Q[2][0] = zaxis[0] * zaxis[2] * C + zaxis[1] * s;
Q[2][1] = zaxis[2] * zaxis[1] * C - zaxis[0] * s;
Q[2][2] = zaxis[2] * zaxis[2] * C + c;

xaxis[0] = xaxis[0] * Q[0][0] + xaxis[0] * Q[0][1] + xaxis[0] * Q[0][2];
xaxis[1] = xaxis[1] * Q[1][0] + xaxis[1] * Q[1][1] + xaxis[1] * Q[1][2];
xaxis[2] = xaxis[2] * Q[2][0] + xaxis[2] * Q[2][1] + xaxis[2] * Q[2][2]; // Multiply a 3x3 by 3x1 and store it as the new rotated axis

yaxis[0] = yaxis[0] * Q[0][0] + yaxis[0] * Q[0][1] + yaxis[0] * Q[0][2];
yaxis[1] = yaxis[1] * Q[1][0] + yaxis[1] * Q[1][1] + yaxis[1] * Q[1][2];
yaxis[2] = yaxis[2] * Q[2][0] + yaxis[2] * Q[2][1] + yaxis[2] * Q[2][2]; // Multiply a 3x3 by 3x1 and store it as the new rotated axis

我发现下面的矩阵乘法是错误的

如上所述，它可以用
xaxis[0]

xaxis[0] = xaxis[0] * Q[0][0] + xaxis[0] * Q[0][1] + xaxis[0] * Q[0][2];

xaxis[0] = xaxis[0] * (Q[0][0] + Q[0][1] + Q[0][2]);

这看起来不像是矩阵乘法。

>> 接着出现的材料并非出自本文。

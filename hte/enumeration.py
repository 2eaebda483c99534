"""Compiled enumeration of connected bond clusters and site clusters (Redelmeier's algorithm).

Works on a finite "bond graph" given as flat arrays: sites with colours, bonds with endpoints and colours and
an integer order (the bond id).  Starting from a root bond, every connected set of bonds that contains the
root and otherwise only bonds with larger ids is visited exactly once; no subset is generated twice and
nothing is deduplicated afterwards.  On a lattice (see :mod:`hte.clusters`) the ids order bonds by the
lexicographic order of their home cell, which is translation compatible, so rooting at the bonds of one cell
counts each cluster exactly once per translation class.  Each cluster is classified on the fly into a hash
table of canonical certificates (:mod:`hte.canonical`) held inside the compiled code: from the class and
canonical labelling of the cluster one bond smaller and the canonical labels of the added bond, through a
memo, so that only the first cluster of each such extension is canonicalised.

References
----------
.. [1] D. H. Redelmeier, "Counting polyominoes: yet another attack", Discrete Math. 36, 191 (1981).
"""

from __future__ import annotations

import numpy as np
from numba import njit

from hte.canonical import canonical_into, new_workspace, workspace_inputs, workspace_result
from hte.low_link import low_links
from hte.vanishing_weights import lowest_order_of_edges, scratch_for


@njit(cache=True, inline="always")
def _splitmix(x):
    """The splitmix64 finaliser of the uint64 x: a fixed, well-spread 64-bit hash."""
    x = (x ^ (x >> np.uint64(30))) * np.uint64(0xBF58476D1CE4E5B9)
    x = (x ^ (x >> np.uint64(27))) * np.uint64(0x94D049BB133111EB)
    return x ^ (x >> np.uint64(31))


@njit(cache=True, inline="always")
def _certificate_hash(cert, length):
    """A 64-bit hash of cert[:length] (splitmix64 of each non-zero entry and its position, summed)."""
    h = np.uint64(length)
    for i in range(length):
        if cert[i] != 0:
            h += _splitmix(np.uint64(i) * np.uint64(1000003) + np.uint64(cert[i]))
    return h


@njit(cache=True, inline="always")
def _lookup(slots, class_hash, certs, lengths, cert, length, h):
    """Slot of the class of cert[:length] in the open-addressing table `slots`, or of the empty slot for it."""
    mask = slots.shape[0] - 1
    slot = np.int64(h & np.uint64(mask))
    while True:
        k = slots[slot]
        if k < 0:
            return slot
        if class_hash[k] == h and lengths[k] == length:
            same = True
            for i in range(length):
                if certs[k, i] != cert[i]:
                    same = False
                    break
            if same:
                return slot
        slot = (slot + 1) & mask


@njit(cache=True)
def _grown_slots(class_hash, n_classes, capacity):
    """A fresh slot table of `capacity` (a power of 2) holding classes 0..n_classes-1."""
    slots = -np.ones(capacity, np.int64)
    for k in range(n_classes):
        slot = np.int64(class_hash[k] & np.uint64(capacity - 1))
        while slots[slot] >= 0:
            slot = (slot + 1) & (capacity - 1)
        slots[slot] = k
    return slots
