Layout. Samples are advanced :data:`LANES` at a time (grouped only by the order of their
process path): the time loop is outside, the loop over the lanes of a block inside. Every state
and per-sample constant of a block lives in one flat buffer, field ``f`` of lane ``l`` at
``f * LANES + l``, so the compiler sees constant distances between fields and vectorises the
lane loops without run-time alias checks. Each lane's delayed process input is copied from the
ring (its own dead time) into the buffer before the loop that steps the path. Lanes of a block
beyond its last sample repeat its first sample and are never written out. The passes of a
step (measure, control, probe, record, advance) are inlined into the time loop, each arm's
called there without a branch around its arrays: as calls, or inside helpers that chose the
arms themselves, each took and released a reference to every array it was passed, atomic
updates at every step (8 % of the kernel's time, each time; numba's pruning pairs the counts
away only in code without such branches).

The open-loop signals (the disturbances' effect on the CV and the feedforward) advance across
the lanes too, from each sample's own inputs and noise (:mod:`robustff.engine.lane_open_loop`).
"""

from __future__ import annotations

import math

import numpy as np
from numba import njit

from robustff.engine.discretise import block_coefficients, split_delay
from robustff.engine.kernel import (
    D_DELAY,
    N_ACCUMULATORS,
    accumulator_slot,
    feedforward_setup,
    loop_setup,
    noise_setup,
    ring_size,
    step_metric_params,
)
from robustff.engine.lane_open_loop import LANES, open_loop_lanes, open_loop_scratch

__all__ = ["simulate_lanes", "LANES"]

# Fields of the block buffer (each LANES wide). Per-sample path coefficients of the process at
# the internal step (CP) and at the scan for the stability probe (CQ), as block_coefficients
# orders them: phi11, phi21, phi22, g1_new, g2_new, g1_old, g2_old.
_CP, _CQ = 0, 7
# Path states (x1, x2) of the feedback-only arm, the feedforward arm and the probe.
_X0, _X1, _XQ = 14, 16, 18
# Controller states (integral, derivative, previous derivative input, previous output) of the
# two arms, then their outputs, CVs and alive flags (1.0 / 0.0).
_S0, _S1 = 20, 24
_U0, _U1, _UQ, _Y0, _Y1, _ALIVE0, _ALIVE1 = 28, 29, 30, 31, 32, 33, 34
# Last time outside the settling band (-1: not since the latest event).
_LAST0, _LAST1 = 35, 36
# Probe: integral, derivative, previous CV, early and late peak, diverged (1.0 / 0.0).
_PQ = 37
# Accumulators of the two arms, in ACCUMULATOR_NAMES order, and each one's slot among them
# (a metric added to the list must be updated in _control_arm or _advance_arm too: the
# equality test with the general kernel fails until it is).
_IE, _IAE, _ISE, _ITAE, _PEAK, _OPPOSITE, _SETTLING, _TRAVEL, _AT_LIMIT, _OUTSIDE = (
    accumulator_slot(name) for name in (
        "ie", "iae", "ise", "itae", "peak_deviation", "opposite_excursion", "settling_time",
        "valve_travel", "time_at_limit", "outside_band"))
_A0 = 43
_A1 = _A0 + N_ACCUMULATORS
# The delayed inputs of the path being stepped (newer and older sample), copied from the ring.
_DELAYED = _A1 + N_ACCUMULATORS
_N_FIELDS = _DELAYED + 2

应该是：

xaxis1[0] = xaxis[0] * Q[0][0] + xaxis[1] * Q[0][1] + xaxis[2] * Q[0][2];
xaxis1[1] = xaxis[0] * Q[1][0] + xaxis[1] * Q[1][1] + xaxis[2] * Q[1][2];
xaxis1[2] = xaxis[0] * Q[2][0] + xaxis[1] * Q[2][1] + xaxis[2] * Q[2][2]; // Multiply a 3x3 by 3x1 and store it as the new rotated axis

yaxis1[0] = yaxis[0] * Q[0][0] + yaxis[1] * Q[0][1] + yaxis[2] * Q[0][2];
yaxis1[1] = yaxis[0] * Q[1][0] + yaxis[1] * Q[1][1] + yaxis[2] * Q[1][2];
yaxis1[2] = yaxis[0] * Q[2][0] + yaxis[1] * Q[2][1] + yaxis[2] * Q[2][2]; // Multiply a 3x3 by 3x1 and store it as the new rotated axis

如果您使用3D编程，请使用库和矩阵。如果不是，这应该在math.stackexchange.com上。我的建议是先找到旋转算法，例如，可能会有帮助。我不明白。x、y和z轴是测量3个坐标的对象。你似乎把任意向量称为“xaxis”等等，为什么？你对整个问题的描述听起来像是在试图让自己听起来“正确”，而没有真正思考自己在做什么以及事情的含义。如果你能澄清你真正想要的是什么，那么我怀疑解决方法会很简单，但目前它只是一团混乱。@Drise:所以最终你的问题是你想把一个向量围绕另一个向量旋转一定角度。这称为旋转的轴角表示，有一种简单的方法可以使用斜对称矩阵将其转换为矩阵旋转。出于某种原因，他们在维基百科上的“斜对称矩阵”文章中没有提到它，但在文章下面确实有它。@Drise:你应该使用
struct
而不是数组，这样你就可以编写
xaxis.x
而不是
xaxis[0]
。另外，我认为您打算在编写
xaxis
的任何地方使用
zaxis
。Q的设置看起来是正确的（虽然通常在处理矩阵时，我们先放行号，然后是列号，而不是相反），但下面的所有内容都是不需要的-wikipedia上该部分的下半部分描述了如何从旋转矩阵-->轴角度开始，这与您无关。你缺少的是将旋转矩阵乘以你想要旋转的向量。我不确定这里的问题是什么。我已经有一段时间没有使用这段代码了，但当我上次使用它时，它确实起了作用。